Qualitative (8-bit) Products: The 8-bit products are normalized to remove any image- to-image variations resulting in a seamless final product comparable to the 100 m/pixel nighttime IR THEMIS dataset currently available (see http://jmars.mars.asu.edu/maps/? layer=thm_nightir_100m_v8). In addition, the individual images and tiles have been normalized in such a way that multiple tiles can be downloaded and mosaicked together without noticeable seams between tiles. This product is particularly useful in geologic mapping, where a seamless product is needed to differentiate unit boundaries, textures, and morphologic features. This product will also be appropriate for generating publication-quality figures to be included in scientific publications and presentations at professional meetings.
Quantitative (32-bit) Products: We have also generated a 32-bit (quantitative) global thermal inertia mosaic to better meet the needs of the planetary science and engineering communities. Apparent thermal inertia values in quantitative (32-bit) mosaics are unmodified during the mosaicking process and are therefore suitable for scientific investigation. Thermal inertia is independent of season and local time, and thus image-to-image differences are typically less apparent in thermal inertia than temperature data. However, image-to-image differences can still be prominent in derived thermal inertia. Understanding the cause of these differences is complex due to many factors affecting the measured surface temperatures and resulting derived thermal inertia values.

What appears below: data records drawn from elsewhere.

"""``tuneopt compare A B``: two studies' winners side by side, each re-scored on the other."""

from __future__ import annotations

import argparse
import json
from pathlib import Path
from typing import Any


def register(sub: Any) -> None:
    p = sub.add_parser(
        "compare",
        help="compare two studies (for example a dry and a wet mix)",
        description="A and B are finished output folders of tuneopt optimise, or scenario files "
        "to optimise first (into --out DIR/a and DIR/b). Each winner is ridden on the other's "
        "course, and each differing setting swapped alone, on the studies' validation "
        "realisations: only differences beyond noise are marked. Writes compare.html and "
        "compare.json into --out.",
    )
    p.add_argument("a")
    p.add_argument("b")
    p.add_argument(
        "--out",
        type=Path,
        default=Path("compare"),
        help="folder for the page, compare.json and new studies (default: ./compare)",
    )
    p.add_argument("--trials", type=int, default=200, help="budget for new studies")
    p.add_argument("--workers", type=int, default=1)
    p.set_defaults(func=run)


def _study(arg: str, out: Path, tag: str, args: argparse.Namespace) -> Path:
    path = Path(arg)
    if path.is_dir():
        return path
    from tuneopt.model import InputError, load_scenario
    from tuneopt.optimise import StudyPlan, run_local, start_run

    if not path.exists():
        raise InputError.single(arg, "neither a study folder nor a scenario file")
    scenario = load_scenario(path)
    if scenario.course is None:
        raise InputError.single("course", f"{arg}: missing; the optimiser needs a terrain mix")
    plan = StudyPlan("study", trials=args.trials, seed=scenario.course.seed)
    folder = out / tag
    if not (folder / "result.json").exists():
        run_local(start_run(scenario, folder, plan, workers=args.workers))
    return folder


def run(args: argparse.Namespace) -> int:
    from rich.console import Console
    from rich.markup import escape
    from rich.table import Table

    from tuneopt.optimise.compare import compare_runs
    from tuneopt.optimise.result import CAUTIONS, json_safe
    from tuneopt.report.comparison import (
        COMPARISON_FILE,
        compare_setting_rows,
        score_matrix,
        write_comparison_page,
    )

    a = _study(args.a, args.out, "a", args)
    b = _study(args.b, args.out, "b", args)
    c = compare_runs(a, b)
    console = Console(width=max(Console().width, 110))
    console.print(f"A: {escape(c.names[0])} ({a})\nB: {escape(c.names[1])} ({b})")
    t = Table(title="Winners side by side")
    t.add_column("setting")
    t.add_column("winner of A", justify="right")
    t.add_column("winner of B", justify="right")
    t.add_column("difference")
    for row in compare_setting_rows(c, c.labels):
        mark = "[bold]" if row.differs else ""
        t.add_row(escape(row.label), row.a, row.b, f"{mark}{escape(row.note)}")
    console.print(t)
    m = score_matrix(c)
    scores = Table(title="Each winner on both courses (mean score, lower is better)")
    scores.add_column("")
    for course in c.courses:
        scores.add_column(f"on {course}", justify="right")
    for w, label in enumerate(("winner of A", "winner of B")):
        cells = []
        for k, key in enumerate(("on_a", "on_b")):
            value = m.scores[w][k]
            p = c.cross.get(key) if w != k else None
            if value != value:  # NaN: not ridable
                cells.append("not ridable")
            elif p is None:
                cells.append(f"{value:.3f}")
            else:
                cells.append(
                    f"{value:.3f} ({100 * p.relative(p.mean):+.1f} %, "
                    f"{100 * p.relative(p.low):+.1f} to {100 * p.relative(p.high):+.1f} %)"
                )
        scores.add_row(label, *cells)
    console.print(scores)
    for sentence in c.summary:
        console.print(f"- {escape(sentence)}")
    if c.rows:
        console.print("Why each setting differs (one setting swapped, same realisations):")
        for r in c.rows:
            console.print(f"  {escape(r.sentence)}")
    for caution in CAUTIONS:
        console.print(f"[dim]- {caution}[/]")
    args.out.mkdir(parents=True, exist_ok=True)
    (args.out / "compare.json").write_text(json.dumps(json_safe(c.as_dict()), indent=2))
    page = write_comparison_page(c, args.out / COMPARISON_FILE)
    print(f"data: {args.out / 'compare.json'}")
    print(f"report: {page}")
    return 0
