"""A scenario folder as the job service takes it: which scenario of the folder runs, and the
files the loader reads for it (its base files, measured damper tables and measured profiles),
each leading down from the file that names it, packed as a .tar.gz."""

from __future__ import annotations

import io
import json
import posixpath
import re
import tarfile
import tomllib
from pathlib import Path
from typing import Any

from tuneopt.model import InputError

__all__ = ["choose_in_folder", "files_read", "leads_down", "pack"]

SCENARIO_SUFFIXES = (".toml", ".json")
_ENDS = ("fork", "shock")


def _read(path: Path) -> dict[str, Any] | None:
    """A scenario file's data as the loader parses it (JSON by its suffix, else TOML); None
    when it does not parse."""
    try:
        text = path.read_text(encoding="utf-8")
        data = json.loads(text) if path.suffix.lower() == ".json" else tomllib.loads(text)
    except (OSError, ValueError, RecursionError):
        return None
    return data if isinstance(data, dict) else None


def choose_in_folder(folder: Path, wanted: str | None) -> str:
    """The scenario of a folder to run, as a path inside it: the one named, else the only
    scenario file in it that no other names as its base."""
    if wanted:
        path = (folder / wanted).resolve()
        if not path.is_file() or not path.is_relative_to(folder.resolve()):
            raise InputError.single("--scenario-file", f"no file {wanted!r} in {folder}")
        return path.relative_to(folder.resolve()).as_posix()
    scenarios = sorted(
        p.name for p in folder.iterdir() if p.is_file() and p.suffix.lower() in SCENARIO_SUFFIXES
    )
    bases = set()
    for name in scenarios:
        base = (_read(folder / name) or {}).get("base")
        if isinstance(base, str):
            bases.add(posixpath.normpath(base))
    leaves = [n for n in scenarios if n not in bases]
    if len(leaves) == 1:
        return leaves[0]
    if not scenarios:
        raise InputError.single("scenario", f"{folder} holds no .toml or .json scenario file")
    raise InputError.single(
        "--scenario-file",
        f"{folder} holds several scenarios ({', '.join(leaves or scenarios)}): name the one to "
        "run",
    )


def files_read(folder: Path, main: str) -> list[str]:
    """The files the loader reads for ``main`` (paths inside ``folder``): the scenario, its
    base files in turn (each next to the file naming it), and the measured tables and the
    course's measured profiles the merged scenario names (next to ``main``). The service reads
    only names that lead down from the file naming them, so any other is refused here, by
    field."""
    files = [main]
    tables: dict[str, str] = {}  # by end: the most derived file's name wins, as in the merge
    mix: list[Any] | None = None  # the most derived file's: a list replaces, it is not merged
    course_settled = False  # a file whose course is not a table, or holds a mix, settles it
    path: str | None = main
    while path is not None:
        data = _read(folder / path) or {}
        for end in _ENDS:
            part = data.get(end)
            damper = part.get("damper") if isinstance(part, dict) else None
            if isinstance(damper, dict) and isinstance(damper.get("measured_table"), str):
                tables.setdefault(end, damper["measured_table"])
        course = data.get("course")
        if not course_settled and course is not None:
            if not isinstance(course, dict):
                course_settled = True  # replaces the base's course whole: no mix to read
            elif "mix" in course:
                course_settled = True
                mix = course["mix"] if isinstance(course["mix"], list) else None
        base = data.get("base")
        path = None
        if isinstance(base, str):
            leads_down(base, "base", path_of=files[-1])
            path = posixpath.normpath(posixpath.join(posixpath.dirname(files[-1]), base))
            if path in files:
                break  # the loader has said what is wrong with a loop already
            files.append(path)
    named = [(f"{end}.damper.measured_table", name) for end, name in tables.items()]
    named += [
        (f"course.mix[{i}].profile", entry["profile"])
        for i, entry in enumerate(mix or [])
        if isinstance(entry, dict) and isinstance(entry.get("profile"), str)
    ]
    for field, name in named:
        leads_down(name, field, path_of=main)
        files.append(posixpath.normpath(posixpath.join(posixpath.dirname(main), name)))
    return list(dict.fromkeys(files))


def leads_down(name: str, field: str, path_of: str) -> None:
    parts = name.replace("\\", "/").split("/")
    if name.startswith(("/", "\\")) or ".." in parts or re.match(r"[A-Za-z]:", name):
        raise InputError.single(
            field,
            f"{name!r} in {path_of}: the service reads only files in the scenario's own folder "
            "or below it; send the scenario file itself instead (tuneopt submit FILE reads "
            "the files it names here)",
        )


def pack(folder: Path, files: list[str]) -> bytes:
    """The files, by their paths inside ``folder``, as a .tar.gz."""
    buffer = io.BytesIO()
    with tarfile.open(fileobj=buffer, mode="w:gz") as tar:
        for name in files:
            tar.add(folder / name, arcname=name, recursive=False)
    return buffer.getvalue()
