"""The ``tuneopt`` command line: parses, calls the library, prints. One module per command."""

from __future__ import annotations

import argparse
import sys
from collections.abc import Sequence
from importlib import import_module

from tuneopt.model.errors import InputError

__all__ = ["main"]

# Each module has ``register(subparsers)`` that adds its parser with ``func=`` set.
_COMMANDS = (
    "check",
    "terrain",
    "simulate",
    "optimise",
    "compare",
    "bench",
    "report",
    "serve",
    "worker",
    "submit",
    "testday",
    "sheet",
    "ridelog",
    "fit",
    "bounce",
)


def build_parser() -> argparse.ArgumentParser:
    parser = argparse.ArgumentParser(
        prog="tuneopt",
        description="Damper tuning optimiser for mountain-bike suspension (simulated results: "
        "stay within the maker's limits and have a qualified technician check any setting).",
    )
    sub = parser.add_subparsers(dest="command", required=True, metavar="COMMAND")
    for name in _COMMANDS:
        try:
            module = import_module(f"tuneopt.cli.{name}")
        except ModuleNotFoundError as exc:
            if exc.name == f"tuneopt.cli.{name}":
                continue  # command not built yet
            raise
        module.register(sub)
    return parser


def main(argv: Sequence[str] | None = None) -> int:
    parser = build_parser()
    args = parser.parse_args(argv)
    try:
        return int(args.func(args) or 0)
    except InputError as exc:
        print(exc.describe(), file=sys.stderr)
        return 2
    except RuntimeError as exc:
        from tuneopt.optimise.local import RunError

        if not isinstance(exc, RunError):
            raise
        print(f"error: {exc}", file=sys.stderr)
        return 1
    except BrokenPipeError:  # output piped into a pager or head that closed early
        sys.stderr.close()
        return 0
    except KeyboardInterrupt:
        print("interrupted", file=sys.stderr)
        return 130


if __name__ == "__main__":  # pragma: no cover
    sys.exit(main())
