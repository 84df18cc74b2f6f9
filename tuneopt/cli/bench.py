"""``tuneopt bench``: simulator throughput and agreement with a solve_ivp reference."""

from __future__ import annotations

import argparse
import json
import math
from typing import TYPE_CHECKING, Any

if TYPE_CHECKING:  # the simulator loads when the command runs, not with every command
    from tuneopt.sim.benchmark import BenchResult


def register(sub: Any) -> None:
    p = sub.add_parser("bench", help="simulator speed and accuracy against a solve_ivp reference")
    p.add_argument("--json", action="store_true", help="print the figures as one JSON object")
    p.add_argument("--duration", type=float, default=20.0,
                   help="simulated seconds per run (default 20)")
    p.add_argument("--batch", type=int, default=64, help="setups per batched call (default 64)")
    p.add_argument("--cold", action="store_true",
                   help="also time compiling the kernels from an empty cache (slow)")
    p.set_defaults(func=run)


def _finite(value: Any) -> Any:
    if isinstance(value, float) and not math.isfinite(value):
        return None
    if isinstance(value, dict):
        return {k: _finite(v) for k, v in value.items()}
    return value


def format_table(result: BenchResult) -> str:
    b, rtol = result.batch, result.reference_rtol
    rows = [
        (f"realtime factor per core, batch {b}", "realtime_factor_per_core", "{:.0f}x"),
        (f"  the same, median of {result.calls} calls", "realtime_factor_per_core_median",
         "{:.0f}x"),
        ("realtime factor, batch 1", "realtime_factor_batch1", "{:.0f}x"),
        (f"speed vs solve_ivp (RK45, rtol {rtol:g})", "vs_solve_ivp", "{:.0f}x"),
        ("largest metric difference vs reference", "max_metric_rel_diff", "{:.2e}"),
        ("first call in this process [s]", "first_call_s", "{:.3f}"),
        ("warm call, batch 1 [s]", "warm_batch1_s", "{:.4f}"),
        (f"warm call, batch {b} [s]", "warm_batch_s", "{:.4f}"),
        ("reference CPU per setup [s]", "reference_s_per_setup", "{:.2f}"),
        ("new process, cached kernels [s]", "fresh_process_s", "{:.2f}"),
    ]
    if result.halfcar.cold_compile_s is not None:
        rows.append(("new process, empty kernel cache [s]", "cold_compile_s", "{:.1f}"))
    lines = [
        f"simulated {result.duration:g} s per run on a synthetic demo road; "
        f"{result.reference_setups} setups through the reference; {result.cpus} CPUs",
        f"{'':44s}{'quarter-car':>14s}{'half-car':>14s}",
    ]
    for label, key, fmt in rows:
        q = fmt.format(getattr(result.quartercar, key))
        h = fmt.format(getattr(result.halfcar, key))
        lines.append(f"{label:44s}{q:>14s}{h:>14s}")
    return "\n".join(lines)


def run(args: argparse.Namespace) -> int:
    from tuneopt.sim.benchmark import bench

    result = bench(args.duration, batch=args.batch, cold=args.cold)
    if args.json:
        print(json.dumps(_finite(result.as_dict()), indent=2, allow_nan=False))
    else:
        print(format_table(result))
    return 0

Examples of some potential factors include: 1) uncertainties in the calibration of the THEMIS instrument, particularly relating to knowledge of the image start time resulting in a random error standard deviation between images of ~4 K at 180 K (Christensen et al., 2004), which corresponds to errors of 50-120 Jm-2K-1s-1/2) transient atmospheric phenomena, such as water-ice clouds, that are not taken into account; 3) surface slopes not included in this derivation of apparent thermal inertia; and 4) the presence of ice or bedrock in the shallow subsurface (Putzig and Mellon, 2007; Bandfield, 2007; Bandfield and Feldman, 2008), which are not considered in the 1-D model necessary to generate global data in an automated manner. Considering all these uncertainties, the absolute accuracy of the THEMIS thermal inertia is ~20% (Fergason et al., 2006a). However, relative differences within a single image are quite accurate (~10%; Fergason et al., 2006a), and therefore the apparent thermal inertia of adjacent surfaces is effective in identifying differences between local materials. We have minimized these image-to-image variations by ordering images so that the warmest season available in on the top of the mosaic. These warmer images also typically include the highest quality data, as they have the highest signal to noise.